WHAT THIS TASK INVOLVES:
For each line in the data that includes "throw", make a copy.

(Records drawn from a dataset)
------------------------------------------------------------

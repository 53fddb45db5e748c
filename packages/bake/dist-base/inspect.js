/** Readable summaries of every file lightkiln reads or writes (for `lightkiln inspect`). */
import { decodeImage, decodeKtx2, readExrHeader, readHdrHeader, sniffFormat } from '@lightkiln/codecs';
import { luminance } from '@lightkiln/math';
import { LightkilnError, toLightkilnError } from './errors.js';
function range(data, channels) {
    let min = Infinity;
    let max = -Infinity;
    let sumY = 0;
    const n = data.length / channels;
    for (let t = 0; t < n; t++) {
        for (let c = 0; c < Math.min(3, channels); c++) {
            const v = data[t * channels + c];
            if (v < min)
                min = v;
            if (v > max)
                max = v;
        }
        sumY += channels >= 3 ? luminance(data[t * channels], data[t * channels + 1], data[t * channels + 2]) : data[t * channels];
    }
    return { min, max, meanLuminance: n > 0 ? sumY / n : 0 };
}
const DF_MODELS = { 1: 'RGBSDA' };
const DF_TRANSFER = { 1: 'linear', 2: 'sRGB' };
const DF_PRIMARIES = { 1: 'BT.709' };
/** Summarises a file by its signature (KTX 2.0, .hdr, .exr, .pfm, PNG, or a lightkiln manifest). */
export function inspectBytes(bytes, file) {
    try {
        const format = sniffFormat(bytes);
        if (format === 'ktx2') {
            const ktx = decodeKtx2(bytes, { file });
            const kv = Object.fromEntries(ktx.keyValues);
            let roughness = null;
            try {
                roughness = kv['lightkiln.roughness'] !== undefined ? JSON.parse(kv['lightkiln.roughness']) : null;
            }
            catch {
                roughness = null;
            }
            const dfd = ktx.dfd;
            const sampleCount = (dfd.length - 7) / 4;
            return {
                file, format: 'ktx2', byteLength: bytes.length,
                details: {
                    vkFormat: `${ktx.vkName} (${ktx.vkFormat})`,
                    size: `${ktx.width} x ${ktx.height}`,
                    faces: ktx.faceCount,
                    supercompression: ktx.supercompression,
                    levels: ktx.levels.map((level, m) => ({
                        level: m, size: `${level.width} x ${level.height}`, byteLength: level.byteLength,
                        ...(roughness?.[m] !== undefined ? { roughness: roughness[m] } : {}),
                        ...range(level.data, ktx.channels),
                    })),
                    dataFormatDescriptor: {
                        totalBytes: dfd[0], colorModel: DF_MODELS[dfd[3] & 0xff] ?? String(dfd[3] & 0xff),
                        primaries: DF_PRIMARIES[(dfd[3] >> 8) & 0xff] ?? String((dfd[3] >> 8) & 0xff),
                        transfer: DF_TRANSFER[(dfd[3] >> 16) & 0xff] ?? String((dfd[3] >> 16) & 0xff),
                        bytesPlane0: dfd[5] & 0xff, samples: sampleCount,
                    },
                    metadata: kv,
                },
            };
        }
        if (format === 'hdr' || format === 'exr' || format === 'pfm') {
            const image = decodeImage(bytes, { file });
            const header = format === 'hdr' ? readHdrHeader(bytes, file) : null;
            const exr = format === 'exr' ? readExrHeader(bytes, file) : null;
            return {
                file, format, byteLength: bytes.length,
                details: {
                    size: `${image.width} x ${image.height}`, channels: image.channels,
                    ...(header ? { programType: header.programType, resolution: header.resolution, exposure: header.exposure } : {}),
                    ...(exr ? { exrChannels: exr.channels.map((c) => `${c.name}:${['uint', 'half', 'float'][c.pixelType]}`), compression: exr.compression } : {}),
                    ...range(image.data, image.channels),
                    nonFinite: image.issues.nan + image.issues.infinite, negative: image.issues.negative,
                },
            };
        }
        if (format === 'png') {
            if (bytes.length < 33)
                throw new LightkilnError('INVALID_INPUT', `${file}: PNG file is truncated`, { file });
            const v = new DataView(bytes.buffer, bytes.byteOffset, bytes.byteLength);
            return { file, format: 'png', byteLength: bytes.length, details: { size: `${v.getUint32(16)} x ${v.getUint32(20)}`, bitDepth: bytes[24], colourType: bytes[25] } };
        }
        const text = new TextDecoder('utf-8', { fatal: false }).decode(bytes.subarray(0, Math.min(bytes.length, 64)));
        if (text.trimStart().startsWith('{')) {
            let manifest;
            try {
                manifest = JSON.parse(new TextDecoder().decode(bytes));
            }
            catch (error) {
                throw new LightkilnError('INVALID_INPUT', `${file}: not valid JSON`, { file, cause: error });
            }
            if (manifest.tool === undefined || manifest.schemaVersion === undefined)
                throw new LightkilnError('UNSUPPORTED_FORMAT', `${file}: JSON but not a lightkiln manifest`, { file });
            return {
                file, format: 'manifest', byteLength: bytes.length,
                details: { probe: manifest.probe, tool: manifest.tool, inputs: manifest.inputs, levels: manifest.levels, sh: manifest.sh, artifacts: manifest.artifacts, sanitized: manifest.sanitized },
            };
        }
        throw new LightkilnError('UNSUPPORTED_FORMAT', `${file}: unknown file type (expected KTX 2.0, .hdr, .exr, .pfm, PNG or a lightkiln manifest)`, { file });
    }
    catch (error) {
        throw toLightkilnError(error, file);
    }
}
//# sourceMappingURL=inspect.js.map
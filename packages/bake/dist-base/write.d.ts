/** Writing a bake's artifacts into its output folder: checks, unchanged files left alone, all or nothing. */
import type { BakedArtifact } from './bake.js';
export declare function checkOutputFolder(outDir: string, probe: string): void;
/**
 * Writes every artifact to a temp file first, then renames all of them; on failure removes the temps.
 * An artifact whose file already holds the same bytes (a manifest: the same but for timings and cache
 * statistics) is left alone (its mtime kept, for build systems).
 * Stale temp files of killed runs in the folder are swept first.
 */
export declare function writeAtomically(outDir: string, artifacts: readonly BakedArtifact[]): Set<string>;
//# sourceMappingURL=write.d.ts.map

------------------------------------------------------------

ANSWER SECTION:
                throw new LightkilnError('INVALID_INPUT', `${file}: PNG file is truncated`, { file });
                throw new LightkilnError('INVALID_INPUT', `${file}: not valid JSON`, { file, cause: error });
                throw new LightkilnError('UNSUPPORTED_FORMAT', `${file}: JSON but not a lightkiln manifest`, { file });
        throw new LightkilnError('UNSUPPORTED_FORMAT', `${file}: unknown file type (expected KTX 2.0, .hdr, .exr, .pfm, PNG or a lightkiln manifest)`, { file });
        throw toLightkilnError(error, file);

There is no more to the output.